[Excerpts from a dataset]
********

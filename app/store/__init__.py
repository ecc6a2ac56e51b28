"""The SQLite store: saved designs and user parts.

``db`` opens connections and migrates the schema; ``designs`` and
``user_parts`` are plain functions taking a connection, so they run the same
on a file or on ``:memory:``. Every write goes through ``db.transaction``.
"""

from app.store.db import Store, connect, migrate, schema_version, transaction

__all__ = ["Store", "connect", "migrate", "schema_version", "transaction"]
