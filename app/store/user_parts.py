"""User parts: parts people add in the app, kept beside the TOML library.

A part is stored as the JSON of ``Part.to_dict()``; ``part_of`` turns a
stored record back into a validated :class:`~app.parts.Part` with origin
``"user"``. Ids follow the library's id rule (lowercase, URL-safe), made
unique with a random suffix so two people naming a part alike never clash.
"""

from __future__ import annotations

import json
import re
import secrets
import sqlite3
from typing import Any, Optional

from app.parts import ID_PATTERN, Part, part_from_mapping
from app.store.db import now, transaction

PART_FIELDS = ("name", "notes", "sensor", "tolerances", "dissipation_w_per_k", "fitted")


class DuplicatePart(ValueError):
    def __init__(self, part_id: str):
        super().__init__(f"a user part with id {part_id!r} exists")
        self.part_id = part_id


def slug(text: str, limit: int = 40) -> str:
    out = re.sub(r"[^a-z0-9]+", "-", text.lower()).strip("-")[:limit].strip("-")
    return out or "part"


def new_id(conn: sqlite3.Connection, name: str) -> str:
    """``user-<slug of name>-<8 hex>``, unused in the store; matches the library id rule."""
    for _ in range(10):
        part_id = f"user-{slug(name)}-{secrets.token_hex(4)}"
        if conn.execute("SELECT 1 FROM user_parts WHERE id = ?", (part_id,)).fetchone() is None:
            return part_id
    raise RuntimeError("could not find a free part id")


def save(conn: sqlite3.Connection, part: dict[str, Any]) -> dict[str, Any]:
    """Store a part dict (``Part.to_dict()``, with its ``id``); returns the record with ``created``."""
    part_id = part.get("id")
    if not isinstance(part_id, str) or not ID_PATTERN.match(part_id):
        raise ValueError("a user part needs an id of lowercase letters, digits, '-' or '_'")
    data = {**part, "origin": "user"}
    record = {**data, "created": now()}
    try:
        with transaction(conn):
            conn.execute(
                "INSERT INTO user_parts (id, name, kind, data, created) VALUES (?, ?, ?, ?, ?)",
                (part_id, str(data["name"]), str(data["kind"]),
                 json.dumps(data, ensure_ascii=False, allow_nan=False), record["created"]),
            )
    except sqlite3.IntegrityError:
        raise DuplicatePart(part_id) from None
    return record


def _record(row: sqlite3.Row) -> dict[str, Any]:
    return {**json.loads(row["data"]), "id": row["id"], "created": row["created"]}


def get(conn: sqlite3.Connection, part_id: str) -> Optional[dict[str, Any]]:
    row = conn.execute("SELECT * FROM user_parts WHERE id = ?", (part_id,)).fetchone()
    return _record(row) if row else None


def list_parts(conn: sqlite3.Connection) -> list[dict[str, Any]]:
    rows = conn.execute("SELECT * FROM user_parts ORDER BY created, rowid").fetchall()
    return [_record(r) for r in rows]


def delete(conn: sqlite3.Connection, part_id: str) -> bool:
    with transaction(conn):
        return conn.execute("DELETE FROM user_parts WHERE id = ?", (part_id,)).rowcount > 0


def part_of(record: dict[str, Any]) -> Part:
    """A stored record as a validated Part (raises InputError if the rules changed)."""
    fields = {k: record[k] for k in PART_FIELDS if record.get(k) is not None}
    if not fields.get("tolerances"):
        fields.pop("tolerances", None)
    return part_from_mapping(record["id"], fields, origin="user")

********

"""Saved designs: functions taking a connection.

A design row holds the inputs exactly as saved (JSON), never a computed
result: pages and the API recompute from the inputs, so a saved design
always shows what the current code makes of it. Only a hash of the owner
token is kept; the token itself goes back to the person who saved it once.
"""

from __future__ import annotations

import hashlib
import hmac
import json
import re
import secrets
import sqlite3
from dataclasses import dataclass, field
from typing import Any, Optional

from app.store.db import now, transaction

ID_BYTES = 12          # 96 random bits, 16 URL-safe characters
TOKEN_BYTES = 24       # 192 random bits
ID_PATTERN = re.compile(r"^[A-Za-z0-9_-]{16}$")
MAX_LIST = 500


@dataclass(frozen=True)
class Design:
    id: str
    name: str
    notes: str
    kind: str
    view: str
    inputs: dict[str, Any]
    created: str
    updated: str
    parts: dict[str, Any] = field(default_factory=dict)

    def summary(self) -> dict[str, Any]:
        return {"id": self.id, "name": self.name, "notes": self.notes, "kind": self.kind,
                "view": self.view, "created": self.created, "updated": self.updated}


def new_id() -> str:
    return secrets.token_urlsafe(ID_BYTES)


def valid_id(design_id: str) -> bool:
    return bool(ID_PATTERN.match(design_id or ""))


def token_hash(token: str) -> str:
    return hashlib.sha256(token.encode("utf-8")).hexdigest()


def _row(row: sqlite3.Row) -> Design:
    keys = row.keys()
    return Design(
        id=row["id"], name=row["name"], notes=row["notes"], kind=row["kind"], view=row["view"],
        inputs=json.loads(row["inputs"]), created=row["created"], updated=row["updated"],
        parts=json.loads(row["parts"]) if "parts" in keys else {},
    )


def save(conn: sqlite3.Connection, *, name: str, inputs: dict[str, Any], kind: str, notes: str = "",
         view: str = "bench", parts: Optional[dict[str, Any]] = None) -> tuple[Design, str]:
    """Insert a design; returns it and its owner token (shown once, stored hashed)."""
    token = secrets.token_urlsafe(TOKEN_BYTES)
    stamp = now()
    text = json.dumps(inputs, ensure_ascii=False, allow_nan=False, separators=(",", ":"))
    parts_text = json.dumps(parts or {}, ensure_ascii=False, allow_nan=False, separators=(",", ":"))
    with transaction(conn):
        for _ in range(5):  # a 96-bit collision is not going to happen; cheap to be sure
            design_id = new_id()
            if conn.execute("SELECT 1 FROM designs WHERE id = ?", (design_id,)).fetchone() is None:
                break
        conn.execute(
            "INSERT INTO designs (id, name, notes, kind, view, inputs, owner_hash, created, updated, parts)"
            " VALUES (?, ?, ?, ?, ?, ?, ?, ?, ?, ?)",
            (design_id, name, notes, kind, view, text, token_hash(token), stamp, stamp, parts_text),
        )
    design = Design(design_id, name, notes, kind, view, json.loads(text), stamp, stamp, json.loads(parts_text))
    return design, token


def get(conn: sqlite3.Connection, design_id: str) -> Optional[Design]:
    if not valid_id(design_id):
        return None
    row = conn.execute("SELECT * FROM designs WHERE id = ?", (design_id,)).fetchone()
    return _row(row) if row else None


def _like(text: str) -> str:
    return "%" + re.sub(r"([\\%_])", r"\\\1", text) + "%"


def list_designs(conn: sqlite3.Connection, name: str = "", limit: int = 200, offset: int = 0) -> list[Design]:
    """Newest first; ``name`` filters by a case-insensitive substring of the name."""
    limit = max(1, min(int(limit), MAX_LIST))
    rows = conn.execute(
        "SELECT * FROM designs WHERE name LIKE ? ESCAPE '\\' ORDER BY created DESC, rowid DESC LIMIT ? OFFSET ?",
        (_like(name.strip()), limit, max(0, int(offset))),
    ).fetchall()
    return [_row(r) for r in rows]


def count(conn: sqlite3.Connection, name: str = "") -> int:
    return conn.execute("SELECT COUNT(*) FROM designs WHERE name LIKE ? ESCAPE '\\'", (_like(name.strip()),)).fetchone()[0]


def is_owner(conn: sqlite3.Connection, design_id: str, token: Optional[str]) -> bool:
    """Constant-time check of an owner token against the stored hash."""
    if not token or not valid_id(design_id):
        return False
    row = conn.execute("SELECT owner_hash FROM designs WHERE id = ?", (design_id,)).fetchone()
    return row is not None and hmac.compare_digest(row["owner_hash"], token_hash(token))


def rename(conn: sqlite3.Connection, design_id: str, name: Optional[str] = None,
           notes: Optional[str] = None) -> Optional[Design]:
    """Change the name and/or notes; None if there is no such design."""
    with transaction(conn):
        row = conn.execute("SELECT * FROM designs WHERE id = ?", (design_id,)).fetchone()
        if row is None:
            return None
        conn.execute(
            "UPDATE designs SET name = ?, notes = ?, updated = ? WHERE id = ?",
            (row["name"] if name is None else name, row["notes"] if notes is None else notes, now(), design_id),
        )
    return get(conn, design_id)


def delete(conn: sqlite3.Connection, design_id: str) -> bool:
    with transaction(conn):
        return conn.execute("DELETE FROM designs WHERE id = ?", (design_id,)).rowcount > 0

********

Would you retype exactly the lines above, from the line with "filename app/store/__init__.py" to the line with "stored record back", with both end lines kept and nothing more?

- [Task response]
filename app/store/__init__.py
repository ecc6a2ac56e51b28
"""The SQLite store: saved designs and user parts.

``db`` opens connections and migrates the schema; ``designs`` and
``user_parts`` are plain functions taking a connection, so they run the same
on a file or on ``:memory:``. Every write goes through ``db.transaction``.
"""

from app.store.db import Store, connect, migrate, schema_version, transaction

__all__ = ["Store", "connect", "migrate", "schema_version", "transaction"]
filename app/store/user_parts.py
"""User parts: parts people add in the app, kept beside the TOML library.

A part is stored as the JSON of ``Part.to_dict()``; ``part_of`` turns a
stored record back into a validated :class:`~app.parts.Part` with origin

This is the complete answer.